NCVO believes that the VCS Voluntary and community organisations (VCO’s) have the potential to play three different and equally important roles in the reform of public services:

  1. Identifying service need. VCO’s are often community-led, set up in response to need. This means that they are in a strong position to understand citizen and communities needs.
  2. Helping to design solutions to meet need. Many VCO’s are founded by people with direct experience of an issue and involve service users on the board or in delivery. Therefore, VCO’s should be involved in designing solutions to meet service needs. Voluntary organisations begin life in response to unmet need and unheard voices.
  3. We continue to advocate and campaign for these voices – enabling individuals from all parts of society to be heard. Delivering quality services under contract or grant agreements.

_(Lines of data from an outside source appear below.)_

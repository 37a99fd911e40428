package org.modetrail.run;

import java.time.Duration;
import java.util.ArrayList;
import java.util.HashMap;
import java.util.List;
import java.util.Map;
import java.util.concurrent.CancellationException;
import java.util.function.BooleanSupplier;
import java.util.function.Consumer;

import org.modetrail.model.Box;
import org.modetrail.model.BoxSource;
import org.modetrail.model.FrameAnnotation;
import org.modetrail.model.Project;
import org.modetrail.model.Track;
import org.modetrail.tracking.TrackerConfig;
import org.modetrail.video.Frame;
import org.modetrail.video.VideoException;
import org.modetrail.video.VideoSource;

/**
 * Turns keyframes into whole tracks. For each span to fill, the segments between consecutive keyframes are tracked
 * forward from the earlier keyframe and backward from the later one; before the first keyframe the track runs
 * backward to the start of the video or until lost, after the last forward to the end or until lost. Then
 * {@link SpanFill} merges the two passes of each segment and interpolates where both lost the object.
 *
 * <p>All forward passes of all tracks share one sequential read of the video; all backward passes share one
 * backward sweep, read in chunks that fit a memory budget (decoded forward, fed in reverse). Keyframes are never
 * changed. Progress and cancellation are passed in, so the command line and the editor run the same code.
 */
public final class TrackRunner {
    /** The merge the simulated annotator's effort chose (DEVELOPERS.md, "Choosing how passes merge"). */
    public static final PassMerge DEFAULT_MERGE = PassMerge.MORE_SIMILAR;
    private static final long DEFAULT_BACKWARD_BUDGET = 256L << 20;

    private final TrackerConfig config;
    private final PassMerge merge;
    private final long backwardBudgetBytes;

    /**
     * @param config              the tracker's settings
     * @param merge               how frames that both passes of a segment found take their box
     * @param backwardBudgetBytes memory for the frames of one backward chunk; at least 8 frames are always held
     */
    public TrackRunner(TrackerConfig config, PassMerge merge, long backwardBudgetBytes) {
        if (backwardBudgetBytes <= 0) {
            throw new IllegalArgumentException("the backward budget must be positive");
        }
        this.config = config;
        this.merge = java.util.Objects.requireNonNull(merge, "merge");
        this.backwardBudgetBytes = backwardBudgetBytes;
    }

    public TrackRunner(TrackerConfig config, long backwardBudgetBytes) {
        this(config, DEFAULT_MERGE, backwardBudgetBytes);
    }

    public TrackRunner(PassMerge merge) {
        this(TrackerConfig.defaults(), merge, DEFAULT_BACKWARD_BUDGET);
    }

    public TrackRunner() {
        this(DEFAULT_MERGE);
    }

    /** Tracks every track over the whole video. */
    public Project trackAll(VideoSource video, Project project, RunProgress progress, BooleanSupplier cancelled)
            throws VideoException {
        List<Span> spans = new ArrayList<>();
        for (Track t : project.tracks()) {
            spans.add(new Span(t.id(), 0, video.frameCount() - 1));
        }
        return track(video, project, spans, progress, cancelled);
    }

    /** Tracks the given spans (an edit's, or whole tracks); tracked frames inside them are replaced. */
    public Project track(VideoSource video, Project project, List<Span> spans, RunProgress progress,
                         BooleanSupplier cancelled) throws VideoException {
        return track(video, project, spans, progress, cancelled, null, Duration.ZERO);
    }

    /**
     * The same, also handing {@code partial} the project with the frames tracked so far at most every
     * {@code partialEvery} while it runs (on the tracking thread), so a window can show a track grow.
     */
    public Project track(VideoSource video, Project project, List<Span> spans, RunProgress progress,
                         BooleanSupplier cancelled, Consumer<Project> partial, Duration partialEvery)
            throws VideoException {
        List<Segment> segments = new ArrayList<>();
        for (Span span : spans) {
            Track t = project.track(span.trackId()).orElseThrow(
                    () -> new IllegalArgumentException("no track " + span.trackId()));
            segments.addAll(Segment.of(t, span, video.frameCount(), config));
        }
        List<Pass> forward = new ArrayList<>();
        List<Pass> backward = new ArrayList<>();
        long total = 0;
        for (Segment s : segments) {
            if (s.forward != null) {
                forward.add(s.forward);
                total += s.forward.length();
            }
            if (s.backward != null) {
                backward.add(s.backward);
                total += s.backward.length();
            }
        }
        long[] done = {0};
        long all = total;
        RunProgress seen = partial == null ? progress : new PartialProgress(progress, partialEvery,
                () -> partial.accept(assemble(project, segments, true)));
        KeyframeClaims keys = new KeyframeClaims(project);
        sweepForward(video, forward, keys, seen, cancelled, done, all);
        sweepBackward(video, backward, keys, seen, cancelled, done, all);
        Project result = assemble(project, segments, false);
        progress.frames(all, all);
        return result;
    }

    /**
     * The project with each segment's frames as its passes have them: all of them when the passes are done, or
     * only the frames tracked so far ({@code soFar}), without the interpolation that would stand in for frames
     * the passes have not reached yet.
     */
    private Project assemble(Project project, List<Segment> segments, boolean soFar) {
        Project result = project;
        for (Segment s : segments) {
            Track t = result.track(s.trackId).orElseThrow();
            TrackFrames.Builder b = TrackFrames.clearNonKeyframes(t, s.from, s.to);
            for (FrameAnnotation a : s.fill(merge)) {
                if (t.at(a.frame()).map(FrameAnnotation::isKeyframe).orElse(false)
                        || soFar && a.source() != BoxSource.TRACKED) {
                    continue;
                }
                b.put(a);
            }
            result = result.withTrack(b.build());
        }
        return result;
    }

    /** Passes progress on, and every {@code every} hands the results so far to a listener. */
    private static final class PartialProgress implements RunProgress {
        private final RunProgress inner;
        private final long everyNanos;
        private final Runnable publish;
        private long last = System.nanoTime();

        PartialProgress(RunProgress inner, Duration every, Runnable publish) {
            this.inner = inner;
            this.everyNanos = every.toNanos();
            this.publish = publish;
        }

        @Override
        public void frames(long done, long total) {
            inner.frames(done, total);
            long now = System.nanoTime();
            if (now - last >= everyNanos && done < total) {
                last = now;
                publish.run();
            }
        }
    }

    private static void sweepForward(VideoSource video, List<Pass> passes, KeyframeClaims keys, RunProgress progress,
                                     BooleanSupplier cancelled, long[] done, long total) throws VideoException {
        if (passes.isEmpty()) {
            return;
        }
        int from = Integer.MAX_VALUE;
        int to = Integer.MIN_VALUE;
        for (Pass p : passes) {
            from = Math.min(from, p.start);
            to = Math.max(to, p.stop);
        }
        video.read(from, to + 1, frame -> {
            if (cancelled.getAsBoolean()) {
                throw new CancellationException("tracking cancelled at frame " + frame.index());
            }
            boolean any = feedFrame(frame, passes, keys, done);
            progress.frames(done[0], total);
            return any || frame.index() < maxStart(passes);
        });
    }

    private void sweepBackward(VideoSource video, List<Pass> passes, KeyframeClaims keys, RunProgress progress,
                               BooleanSupplier cancelled, long[] done, long total) throws VideoException {
        if (passes.isEmpty()) {
            return;
        }
        int from = Integer.MAX_VALUE;
        int to = Integer.MIN_VALUE;
        for (Pass p : passes) {
            from = Math.min(from, p.stop);
            to = Math.max(to, p.start);
        }
        long frameBytes = (long) video.info().width() * video.info().height() * Integer.BYTES;
        int chunk = (int) Math.max(8, Math.min(1024, backwardBudgetBytes / frameBytes));
        List<Frame> held = new ArrayList<>(chunk);
        for (int end = to + 1; end > from; end -= chunk) {
            int begin = Math.max(from, end - chunk);
            if (!anyWantsBetween(passes, begin, end - 1)) {
                continue;
            }
            held.clear();
            video.read(begin, end, f -> {
                held.add(f.copy());
                return true;
            });
            for (int i = held.size() - 1; i >= 0; i--) {
                Frame frame = held.get(i);
                if (cancelled.getAsBoolean()) {
                    throw new CancellationException("tracking cancelled at frame " + frame.index());
                }
                feedFrame(frame, passes, keys, done);
                progress.frames(done[0], total);
            }
        }
        held.clear();
    }

    /** Whether an unfinished pass visits any frame of {@code a..b}. */
    /**
     * Feeds {@code frame} to every pass that wants it, the most confident first, each kept off the boxes that other
     * tracks hold: other tracks' keyframes in the frame, the boxes of passes fed before it in the frame, and the
     * last frame's boxes of passes not fed yet. So a track whose object has gone cannot settle on another track's
     * object, whichever is fed first (a greedy order alone let a track whose object vanished take its look-alike
     * neighbour in the same frame). Returns whether any pass wanted the frame.
     */
    private static boolean feedFrame(Frame frame, List<Pass> passes, KeyframeClaims keys, long[] done) {
        int n = frame.index();
        List<Pass> now = new ArrayList<>();
        for (Pass p : passes) {
            if (p.wants(n)) {
                now.add(p);
            }
        }
        now.sort((a, b) -> Double.compare(b.confidence(), a.confidence()));
        List<Box> claimed = new ArrayList<>();
        for (Pass p : now) {
            claimed.clear();
            keys.addOthers(n, p.trackId, claimed);
            // Passes fed before this one hold their box in this frame, the others still their last frame's.
            for (Pass q : now) {
                if (q.trackId != p.trackId && q.held() != null) {
                    claimed.add(q.held());
                }
            }
            if (n != p.start) {
                done[0]++;
            }
            p.feed(frame, claimed);
        }
        return !now.isEmpty();
    }

    /** The boxes of every track's keyframes, by frame: places other tracks may not take. */
    private static final class KeyframeClaims {
        private record Claim(int trackId, Box box) {
        }

        private final Map<Integer, List<Claim>> byFrame = new HashMap<>();

        KeyframeClaims(Project project) {
            for (Track t : project.tracks()) {
                for (FrameAnnotation a : t.keyframes()) {
                    if (a.box() != null) {
                        byFrame.computeIfAbsent(a.frame(), k -> new ArrayList<>()).add(new Claim(t.id(), a.box()));
                    }
                }
            }
        }

        void addOthers(int frame, int trackId, List<Box> out) {
            for (Claim c : byFrame.getOrDefault(frame, List.of())) {
                if (c.trackId() != trackId) {
                    out.add(c.box());
                }
            }
        }
    }

    private static boolean anyWantsBetween(List<Pass> passes, int a, int b) {
        for (Pass p : passes) {
            if (!p.finished() && Math.min(p.start, p.stop) <= b && Math.max(p.start, p.stop) >= a) {
                return true;
            }
        }
        return false;
    }

    private static int maxStart(List<Pass> passes) {
        int m = -1;
        for (Pass p : passes) {
            if (!p.finished()) {
                m = Math.max(m, p.start);
            }
        }
        return m;
    }
}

History of the VCS and public service delivery

Voluntary and community organisations delivering public services is nothing new. As long ago as 1760 the Thomas Coram Foundation was being paid by the Treasury to provide childcare services to the poor of London. Many of the most effective and equalities-driven practices within public services were begun by voluntary sector organisations.

Voluntary organisations are engaged in a broad range of public services activities. Health, social care, education and training, and housing are arguably the areas that would most resonate with the public. This in itself is not surprising – these have long been core competencies for voluntary organisations, and provision of such public services predates state involvement.

Recent governments have all promoted the role of the VCS in public service delivery – championing involvement through headline policies (the Big Society) and adapting commissioning and procurement processes to enable organisations to bid for opportunities to deliver services. By 2007/8, the VCS was delivering £12.1billion of state-funded services.

 Question: What is the future for VCS delivery of public services?

This is the question we want to explore with NCVO members over our policy review period. Publicly funded services raise substantial challenges in the long and short term. We are now in a period of significant cuts in public spending to reduce the state deficit. At the same time, our growing population of older people is placing ever-increasing burdens on costly welfare services, such as hospitals.

Subsequent governments have tried to develop blueprints for reform. The four key reform policies of recent years are continuing to dominate government thinking:

1) Personalisation

Framed as ‘choice and control’, and intending to give individual’s support tailored to their needs, this agenda also recognises the expertise and capacity in individuals to be actively engaged in making decisions and supporting themselves to recovery. Core to this agenda are user-led and peer support services.

2) Integrated services

Recognised as the only way to achieve personalisation – and often the best way to improve the quality of services and create efficiencies, remarkably little has been done to achieve this vision. Various pilots and programmes – Total Place; Local Integrated Services, Local Strategic Partners – have met with various success, but the fundamental challenge of restructuring public services to be integrated, remains.

3) Community-based care

The trend to providing services in communities or homes is driven by a cost-saving agenda, as well as providing better quality and more personalised and accessible services.

4) Opening services up to markets of competition

As demonstrated by the increased role of the voluntary sector in delivery. Services previously delivered ‘in-house’ by the private sector are now let to open competition – where private, public and voluntary sector organisations compete to win contracts.